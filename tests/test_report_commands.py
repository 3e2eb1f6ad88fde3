"""The reports of ``scenarios`` and ``calibrate`` (issue 15): the same page builder as the run's
report, their tables and figures, the parameters and where they came from, and ``--no-report``."""

from __future__ import annotations

import base64
import re

import pandas as pd
import pytest

from firnline.cli import main
from firnline.outdir import MANIFEST


@pytest.fixture
def case(calibration_case):
    """The small calibration case of conftest.py (observed with factors 4.5 and 8.5, started at 3 and 6)."""
    return calibration_case({"ddf_snow_mm_per_day_k": 4.5, "ddf_ice_mm_per_day_k": 8.5},
                            {"ddf_snow_mm_per_day_k": 3.0, "ddf_ice_mm_per_day_k": 6.0})


def _images(text: str) -> list[bytes]:
    return [base64.b64decode(m) for m in re.findall(r'src="data:image/png;base64,([^"]+)"', text)]


def test_scenarios_report(builders, tmp_path):
    cfg = builders.seasonal(tmp_path, years=3)
    out = tmp_path / "sweep"
    assert main(["scenarios", str(cfg), "--warming", "1", "2", "--out", str(out), "--quiet"]) == 0
    text = (out / "scenarios_report.html").read_text(encoding="utf-8")
    assert text.startswith("<!DOCTYPE html>") and "Warming and precipitation scenarios" in text
    # the sweep's four figures, embedded byte for byte
    figs = {(out / n).read_bytes() for n in ("ela_vs_warming.png", "balance_vs_warming.png",
                                             "balance_profiles.png", "runoff_regimes.png")}
    assert set(_images(text)) == figs
    # every scenario row of scenarios.csv, the sensitivity, the rules, inputs, the caution
    t = pd.read_csv(out / "scenarios.csv")
    assert len(t) == 3 and all(f"{v:.2f}" in text for v in t.mean_annual_balance_mwe)
    assert "dELA/dT" in text and "Rules of the means and slopes" in text
    assert "SHA-256" in text and "qualified practitioners" in text
    assert "http://" not in text and "https://" not in text
    names = {p.name for p in out.iterdir() if p.name != MANIFEST}
    assert "scenarios_report.html" in names
    out2 = tmp_path / "sweep2"
    assert main(["scenarios", str(cfg), "--warming", "1", "--out", str(out2), "--quiet", "--no-report"]) == 0
    assert not (out2 / "scenarios_report.html").exists() and (out2 / "ela_vs_warming.png").exists()


def test_calibration_report(case, tmp_path):
    cfg = case["config"]()
    out = tmp_path / "cal"
    assert main(["calibrate", str(cfg), "--out", str(out), "--quiet"]) == 0
    text = (out / "calibration_report.html").read_text(encoding="utf-8")
    assert "Calibration" in text and "RMSE" in text
    assert _images(text) == [(out / "calibration_fit.png").read_bytes()]
    res = pd.read_csv(out / "calibration_residuals.csv")
    assert text.count("<tr") >= len(res)                   # one row per observation (and the others)
    # the fitted keys are marked as coming from the calibration, the rest from the config or defaults
    rows = re.findall(r"<tr><td[^>]*>\[melt\] (ddf_\w+)</td>(.*?)</tr>", text)
    assert {k for k, _ in rows} == {"ddf_snow_mm_per_day_k", "ddf_ice_mm_per_day_k"}
    assert all(">calibration<" in r for _, r in rows)
    assert "glacier-wide balances" in text and "point balances" in text      # observation files with checksums
    out2 = tmp_path / "cal2"
    assert main(["calibrate", str(cfg), "--out", str(out2), "--quiet", "--no-report"]) == 0
    assert not (out2 / "calibration_report.html").exists()


def test_run_of_calibrated_toml_says_calibration(case, tmp_path):
    """The run report of a calibrated.toml marks the fitted values as coming from the calibration."""
    cfg = case["config"]()
    out = tmp_path / "cal"
    assert main(["calibrate", str(cfg), "--out", str(out), "--quiet", "--no-report"]) == 0
    run = tmp_path / "run"
    assert main(["run", str(out / "calibrated.toml"), "--out", str(run), "--quiet"]) == 0
    text = (run / "report.html").read_text(encoding="utf-8")
    rows = dict(re.findall(r"<tr><td[^>]*>\[melt\] (\w+)</td>(.*?)</tr>", text))
    assert ">calibration<" in rows["ddf_snow_mm_per_day_k"] and ">calibration<" in rows["ddf_ice_mm_per_day_k"]
    assert ">calibration<" not in rows["threshold_c"]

========================================================================

▶ **WHAT YOU HAVE TO DO**
All of the data above should be set down again exactly.

▶ **OUTPUT FOR THIS TASK**
filename tests/test_report_commands.py
repository 3e2eb1f6ad88fde3
"""The reports of ``scenarios`` and ``calibrate`` (issue 15): the same page builder as the run's
report, their tables and figures, the parameters and where they came from, and ``--no-report``."""

from __future__ import annotations

import base64
import re

import pandas as pd
import pytest

from firnline.cli import main
from firnline.outdir import MANIFEST


@pytest.fixture
def case(calibration_case):
    """The small calibration case of conftest.py (observed with factors 4.5 and 8.5, started at 3 and 6)."""
    return calibration_case({"ddf_snow_mm_per_day_k": 4.5, "ddf_ice_mm_per_day_k": 8.5},
                            {"ddf_snow_mm_per_day_k": 3.0, "ddf_ice_mm_per_day_k": 6.0})


def _images(text: str) -> list[bytes]:
    return [base64.b64decode(m) for m in re.findall(r'src="data:image/png;base64,([^"]+)"', text)]


def test_scenarios_report(builders, tmp_path):
    cfg = builders.seasonal(tmp_path, years=3)
    out = tmp_path / "sweep"
    assert main(["scenarios", str(cfg), "--warming", "1", "2", "--out", str(out), "--quiet"]) == 0
    text = (out / "scenarios_report.html").read_text(encoding="utf-8")
    assert text.startswith("<!DOCTYPE html>") and "Warming and precipitation scenarios" in text
    # the sweep's four figures, embedded byte for byte
    figs = {(out / n).read_bytes() for n in ("ela_vs_warming.png", "balance_vs_warming.png",
                                             "balance_profiles.png", "runoff_regimes.png")}
    assert set(_images(text)) == figs
    # every scenario row of scenarios.csv, the sensitivity, the rules, inputs, the caution
    t = pd.read_csv(out / "scenarios.csv")
    assert len(t) == 3 and all(f"{v:.2f}" in text for v in t.mean_annual_balance_mwe)
    assert "dELA/dT" in text and "Rules of the means and slopes" in text
    assert "SHA-256" in text and "qualified practitioners" in text
    assert "http://" not in text and "https://" not in text
    names = {p.name for p in out.iterdir() if p.name != MANIFEST}
    assert "scenarios_report.html" in names
    out2 = tmp_path / "sweep2"
    assert main(["scenarios", str(cfg), "--warming", "1", "--out", str(out2), "--quiet", "--no-report"]) == 0
    assert not (out2 / "scenarios_report.html").exists() and (out2 / "ela_vs_warming.png").exists()


def test_calibration_report(case, tmp_path):
    cfg = case["config"]()
    out = tmp_path / "cal"
    assert main(["calibrate", str(cfg), "--out", str(out), "--quiet"]) == 0
    text = (out / "calibration_report.html").read_text(encoding="utf-8")
    assert "Calibration" in text and "RMSE" in text
    assert _images(text) == [(out / "calibration_fit.png").read_bytes()]
    res = pd.read_csv(out / "calibration_residuals.csv")
    assert text.count("<tr") >= len(res)                   # one row per observation (and the others)
    # the fitted keys are marked as coming from the calibration, the rest from the config or defaults
    rows = re.findall(r"<tr><td[^>]*>\[melt\] (ddf_\w+)</td>(.*?)</tr>", text)
    assert {k for k, _ in rows} == {"ddf_snow_mm_per_day_k", "ddf_ice_mm_per_day_k"}
    assert all(">calibration<" in r for _, r in rows)
    assert "glacier-wide balances" in text and "point balances" in text      # observation files with checksums
    out2 = tmp_path / "cal2"
    assert main(["calibrate", str(cfg), "--out", str(out2), "--quiet", "--no-report"]) == 0
    assert not (out2 / "calibration_report.html").exists()


def test_run_of_calibrated_toml_says_calibration(case, tmp_path):
    """The run report of a calibrated.toml marks the fitted values as coming from the calibration."""
    cfg = case["config"]()
    out = tmp_path / "cal"
    assert main(["calibrate", str(cfg), "--out", str(out), "--quiet", "--no-report"]) == 0
    run = tmp_path / "run"
    assert main(["run", str(out / "calibrated.toml"), "--out", str(run), "--quiet"]) == 0
    text = (run / "report.html").read_text(encoding="utf-8")
    rows = dict(re.findall(r"<tr><td[^>]*>\[melt\] (\w+)</td>(.*?)</tr>", text))
    assert ">calibration<" in rows["ddf_snow_mm_per_day_k"] and ">calibration<" in rows["ddf_ice_mm_per_day_k"]
    assert ">calibration<" not in rows["threshold_c"]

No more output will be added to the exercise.